**Exercise description**. Everything from the line holding "type Phase int" through the final line of the entries below is to be duplicated exactly, and nothing outside that span.

**Record extracts**.
━━━━

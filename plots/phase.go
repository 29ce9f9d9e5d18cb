package plots

import "fmt"

// Phase is how a body moves along a piece of its track: it decides the dashes.
type Phase int

// The phases of a track. Flight is the zero value.
const (
	Flight Phase = iota
	Slide
	Roll
	Rest
	phaseCount
)

var phaseNames = [phaseCount]string{"flight", "slide", "roll", "rest"}

// phaseNamed finds a phase by its name; an empty name is flight.
func phaseNamed(name string) (Phase, error) {
	if name == "" {
		return Flight, nil
	}
	for i, n := range phaseNames {
		if n == name {
			return Phase(i), nil
		}
	}
	return 0, fmt.Errorf("no such phase: %q (flight, slide, roll, rest)", name)
}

━━━━

**Answer for the task**.
type Phase int

// The phases of a track. Flight is the zero value.
const (
	Flight Phase = iota
	Slide
	Roll
	Rest
	phaseCount
)

var phaseNames = [phaseCount]string{"flight", "slide", "roll", "rest"}

// phaseNamed finds a phase by its name; an empty name is flight.
func phaseNamed(name string) (Phase, error) {
	if name == "" {
		return Flight, nil
	}
	for i, n := range phaseNames {
		if n == name {
			return Phase(i), nil
		}
	}
	return 0, fmt.Errorf("no such phase: %q (flight, slide, roll, rest)", name)
}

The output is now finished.